Last night I watched Anthony Bourdain’s ‘No Reservations’ exploration of the SXSW Festival in Austin, TX, a rerun of a great episode I had somehow missed.

SXSW (as in ‘South By Southwest’) is a film and music festival/conference that settles on the city like an electrified storm cloud each year in mid-March. It began in 1987, and it’s been growing ever since.

That is not what I mean to write about here, though. Because SXSW is a thing for another generation.  I’m sorry about this.  It looks like a lot of fun.  I would have no objection to giving it a once-over in person, but there doesn’t really seem to be a place for someone my age there.

Even Bourdain — the epitome of coolly cynical and dissolute living, the expert on naughty pleasure, all close-cropped gray hair and rangy frame, his blood-shot eyes inscrutable behind Ray Ban aviators — Bourdain himself noted that he felt like someone’s perverted uncle as he followed all that exuberant, writhing, partying youth around with his camera crew.
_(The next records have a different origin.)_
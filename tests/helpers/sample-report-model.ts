import type { PassBlock, ReportModel, SummaryRow, TestBlock } from '@/lib/reporting/report-model';
import type { PlotSeries, Verdict } from '@/lib/sheet/types';
import type { SketchSpec } from '@/standards/types';

/** Invented companies, people, machine and figures; the shape of a whole report with every section filled. */
export function sampleReportModel(change: Partial<ReportModel> = {}): ReportModel {
  const blocks = sampleBlocks();
  return {
    schemaVersion: 1,
    language: 'en',
    paper: 'A4',
    document: {
      number: 'QMF-2026-000214',
      revision: 1,
      state: 'signed-with-remarks',
      issuedAt: '2026-03-12T11:30:00+01:00',
      issuedBy: 'J. Penhale',
      checkedBy: 'J. Penhale',
      programVersion: '0.1.0',
    },
    letterhead: {
      name: 'Quillmere Machine Fitting',
      addressLines: ['Unit 4, Tarn Road', 'Quillmere'],
      contact: 'office@quillmere.example · +00 1632 960 214',
    },
    machine: {
      manufacturer: 'Larkfield',
      model: 'SL-32 II',
      serialNumber: 'LK32-0O81-B',
      year: 2011,
      control: 'Ferrand TC-4',
      hours: '38412',
      kind: 'turning centre with sub-spindle and two turrets',
      sizeClass: 'nominal bar diameter 32 mm',
      site: 'Ashdown works, bay 3',
      components: [
        { id: 'S1', what: 'main spindle, channel 1' },
        { id: 'S2', what: 'sub-spindle, channel 2' },
        { id: 'T1', what: 'turret, 12 stations, X1 Y1 Z1, channel 1' },
        { id: 'T2', what: 'turret, 8 stations, X2 Z2, channel 2', condition: 'removed and refitted, casting scraped' },
        { id: 'Z1', what: 'axis Z1, travel 500 mm' },
      ],
    },
    customer: { name: 'Ashdown Turned Parts', engineer: 'C. Vale', order: '7714' },
    job: {
      reference: 'QMF-2041',
      purpose: 'after overhaul',
      scope: 'ball screws X1 and X2 replaced, casting of T2 removed and refitted, everything else untouched',
      from: '2026-03-10',
      to: '2026-03-12',
      codes: ['ISO 13041-1:2020', 'ISO 230-1:2012'],
      decisionRule: 'simple acceptance, uncertainty stated',
      people: [
        { name: 'T. Orrell', role: 'inspector' },
        { name: 'J. Penhale', role: 'reviewer' },
      ],
    },
    conditions: {
      place: 'Ashdown works, bay 3',
      lines: [
        {
          label: 'Warm-up',
          value: 'day 1 cold drift run, then 60 min of axis and spindle exercise; days 2 and 3: 30 min',
        },
        { label: 'Compensation', value: 'lost-motion values active; thermal compensation off' },
        { label: 'Level', value: 'within 0.02 mm/m, checked on day 1' },
      ],
      temperatures: [
        { at: '2026-03-10 07:30', air: '18.4', machine: '18.5' },
        { at: '2026-03-10 10:00', air: '19.6', machine: '19.1' },
        { at: '2026-03-10 14:00', air: '20.9', machine: '20.7' },
        { at: '2026-03-11 08:00', air: '18.9', machine: '19.2' },
        { at: '2026-03-12 08:00', air: '19', machine: null },
      ],
      airRange: 'air 18.4 to 20.9 °C',
    },
    instruments: [
      instrument(
        'IN-01',
        'digital lever indicator',
        '1 µm',
        'HR-5521',
        '2025-09-29',
        '2026-09-30',
        'U = 1.6 µm, k = 2',
      ),
      instrument(
        'IN-03',
        'test mandrel ⌀40 × 300 with spindle taper',
        null,
        'HR-5188',
        '2025-01-31',
        '2027-01-31',
        'U = 1 µm, k = 2',
      ),
      {
        ...instrument(
          'IN-04',
          'granite square 250 × 160',
          null,
          'HR-4967',
          '2024-03-11',
          '2026-03-10',
          'U = 1.5 µm, k = 2',
        ),
        override:
          'test 8: used after its due date, allowed by J. Penhale: new certificate on its way, square compared with IN-07',
      },
    ],
    headline:
      '20 of 21 judged tests within tolerance; 1 out of tolerance, accepted with remark; 1 left out by agreement.',
    counts: {
      asFound: {
        planned: 23,
        within: 15,
        out: 6,
        undecided: 0,
        forInformation: 1,
        leftOut: 1,
        notMeasured: 0,
        judged: 21,
      },
      asLeft: {
        planned: 23,
        within: 20,
        out: 1,
        undecided: 0,
        forInformation: 1,
        leftOut: 1,
        notMeasured: 0,
        judged: 21,
      },
    },
    summary: blocks.map(summaryRow),
    notInPlan: [{ title: 'Tailstock quill parallel to Z', reason: 'not applicable: the machine has no tailstock' }],
    blocks,
    remarks: [
      {
        no: 1,
        sheetOrder: 8,
        text: 'Y1 against X1 is 0.04 µm over its limit; the customer accepts it until the guideway is scraped at the next stop.',
        owner: 'T. Orrell',
        due: '2026-09-30',
        closed: null,
      },
    ],
    signatures: [
      signature(
        'inspector',
        'Inspector',
        'T. Orrell',
        'field service',
        'Quillmere Machine Fitting',
        'measured',
        'T. Orrell',
      ),
      signature(
        'reviewer',
        'Checked by',
        'J. Penhale',
        'lead engineer',
        'Quillmere Machine Fitting',
        'checked',
        'J. Penhale',
      ),
      {
        ...signature(
          'customer',
          'Customer',
          'C. Vale',
          'production',
          'Ashdown Turned Parts',
          'accepted with remarks',
          null,
        ),
        reason: null,
        strokes: [
          'M40 140C80 20 120 20 130 120C150 170 170 60 200 70C230 80 210 150 250 130C290 100 300 60 330 110',
          'M330 110L420 60L400 150L520 80',
        ],
      },
    ],
    statement:
      'The verdicts hold for the machine, the set-ups and the conditions recorded here. They replace no legal inspection. Tolerances from memory are named as such.',
    ...change,
  };
}
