CREATE POLICY pass_instruments_read ON public.pass_instruments FOR SELECT USING (((organisation_id = ( SELECT public.app_organisation() AS app_organisation)) AND (( SELECT public.app_is_staff() AS app_is_staff) OR false)));

CREATE POLICY pass_instruments_remove ON public.pass_instruments FOR DELETE USING (((organisation_id = ( SELECT public.app_organisation() AS app_organisation)) AND ( SELECT public.app_is_staff() AS app_is_staff)));

ALTER TABLE public.pass_results ENABLE ROW LEVEL SECURITY;

CREATE POLICY pass_results_add ON public.pass_results FOR INSERT WITH CHECK (((organisation_id = ( SELECT public.app_organisation() AS app_organisation)) AND (( SELECT public.app_is_staff() AS app_is_staff) OR false)));

CREATE POLICY pass_results_change ON public.pass_results FOR UPDATE USING (((organisation_id = ( SELECT public.app_organisation() AS app_organisation)) AND ( SELECT public.app_is_staff() AS app_is_staff))) WITH CHECK (((organisation_id = ( SELECT public.app_organisation() AS app_organisation)) AND ( SELECT public.app_is_staff() AS app_is_staff)));

CREATE POLICY pass_results_read ON public.pass_results FOR SELECT USING (((organisation_id = ( SELECT public.app_organisation() AS app_organisation)) AND (( SELECT public.app_is_staff() AS app_is_staff) OR false)));

CREATE POLICY pass_results_remove ON public.pass_results FOR DELETE USING (((organisation_id = ( SELECT public.app_organisation() AS app_organisation)) AND ( SELECT public.app_is_staff() AS app_is_staff)));

ALTER TABLE public.passes ENABLE ROW LEVEL SECURITY;

CREATE POLICY passes_add ON public.passes FOR INSERT WITH CHECK (((organisation_id = ( SELECT public.app_organisation() AS app_organisation)) AND (( SELECT public.app_is_staff() AS app_is_staff) OR false)));

CREATE POLICY passes_change ON public.passes FOR UPDATE USING (((organisation_id = ( SELECT public.app_organisation() AS app_organisation)) AND ( SELECT public.app_is_staff() AS app_is_staff))) WITH CHECK (((organisation_id = ( SELECT public.app_organisation() AS app_organisation)) AND ( SELECT public.app_is_staff() AS app_is_staff)));

CREATE POLICY passes_read ON public.passes FOR SELECT USING (((organisation_id = ( SELECT public.app_organisation() AS app_organisation)) AND (( SELECT public.app_is_staff() AS app_is_staff) OR false)));

CREATE POLICY passes_remove ON public.passes FOR DELETE USING (((organisation_id = ( SELECT public.app_organisation() AS app_organisation)) AND ( SELECT public.app_is_staff() AS app_is_staff)));

ALTER TABLE public.plan_templates ENABLE ROW LEVEL SECURITY;

CREATE POLICY plan_templates_add ON public.plan_templates FOR INSERT WITH CHECK (((organisation_id = ( SELECT public.app_organisation() AS app_organisation)) AND (( SELECT public.app_is_staff() AS app_is_staff) OR false)));

CREATE POLICY plan_templates_change ON public.plan_templates FOR UPDATE USING (((organisation_id = ( SELECT public.app_organisation() AS app_organisation)) AND ( SELECT public.app_is_staff() AS app_is_staff))) WITH CHECK (((organisation_id = ( SELECT public.app_organisation() AS app_organisation)) AND ( SELECT public.app_is_staff() AS app_is_staff)));

CREATE POLICY plan_templates_read ON public.plan_templates FOR SELECT USING (((organisation_id = ( SELECT public.app_organisation() AS app_organisation)) AND (( SELECT public.app_is_staff() AS app_is_staff) OR false)));

CREATE POLICY plan_templates_remove ON public.plan_templates FOR DELETE USING (((organisation_id = ( SELECT public.app_organisation() AS app_organisation)) AND ( SELECT public.app_is_staff() AS app_is_staff)));

ALTER TABLE public.reading_operations ENABLE ROW LEVEL SECURITY;

CREATE POLICY reading_operations_add ON public.reading_operations FOR INSERT WITH CHECK (((organisation_id = ( SELECT public.app_organisation() AS app_organisation)) AND (( SELECT public.app_is_staff() AS app_is_staff) OR false)));

CREATE POLICY reading_operations_change ON public.reading_operations FOR UPDATE USING (((organisation_id = ( SELECT public.app_organisation() AS app_organisation)) AND ( SELECT public.app_is_staff() AS app_is_staff))) WITH CHECK (((organisation_id = ( SELECT public.app_organisation() AS app_organisation)) AND ( SELECT public.app_is_staff() AS app_is_staff)));

CREATE POLICY reading_operations_read ON public.reading_operations FOR SELECT USING (((organisation_id = ( SELECT public.app_organisation() AS app_organisation)) AND (( SELECT public.app_is_staff() AS app_is_staff) OR false)));

CREATE POLICY reading_operations_remove ON public.reading_operations FOR DELETE USING (((organisation_id = ( SELECT public.app_organisation() AS app_organisation)) AND ( SELECT public.app_is_staff() AS app_is_staff)));

ALTER TABLE public.readings ENABLE ROW LEVEL SECURITY;

CREATE POLICY readings_add ON public.readings FOR INSERT WITH CHECK (((organisation_id = ( SELECT public.app_organisation() AS app_organisation)) AND (( SELECT public.app_is_staff() AS app_is_staff) OR false)));

CREATE POLICY readings_change ON public.readings FOR UPDATE USING (((organisation_id = ( SELECT public.app_organisation() AS app_organisation)) AND ( SELECT public.app_is_staff() AS app_is_staff))) WITH CHECK (((organisation_id = ( SELECT public.app_organisation() AS app_organisation)) AND ( SELECT public.app_is_staff() AS app_is_staff)));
My point here is this:  Somewhere in the tangle of roasted pigs, tacos, blues, grunge, tattoos, etc., the subject of Avocado Margaritas came up.

A throaty-voiced, dark-haired, laughing siren named Sleigh Bells brought it up, actually.

I watched her mix half a blender’s worth of tequila, some other stuff, and the innards of about three avocados into a green, frothy, salt-rimmed glass of brilliance.

When Bourdain said: “This should not have worked, but it did”,  I admit I was hooked.

Now I must see this thing through to its conclusion.

There was no recipe offered on the show. Everyone was lurching around too much.

So I’ve done some research, some soul-searching, some recipe-searching, some blending on my own.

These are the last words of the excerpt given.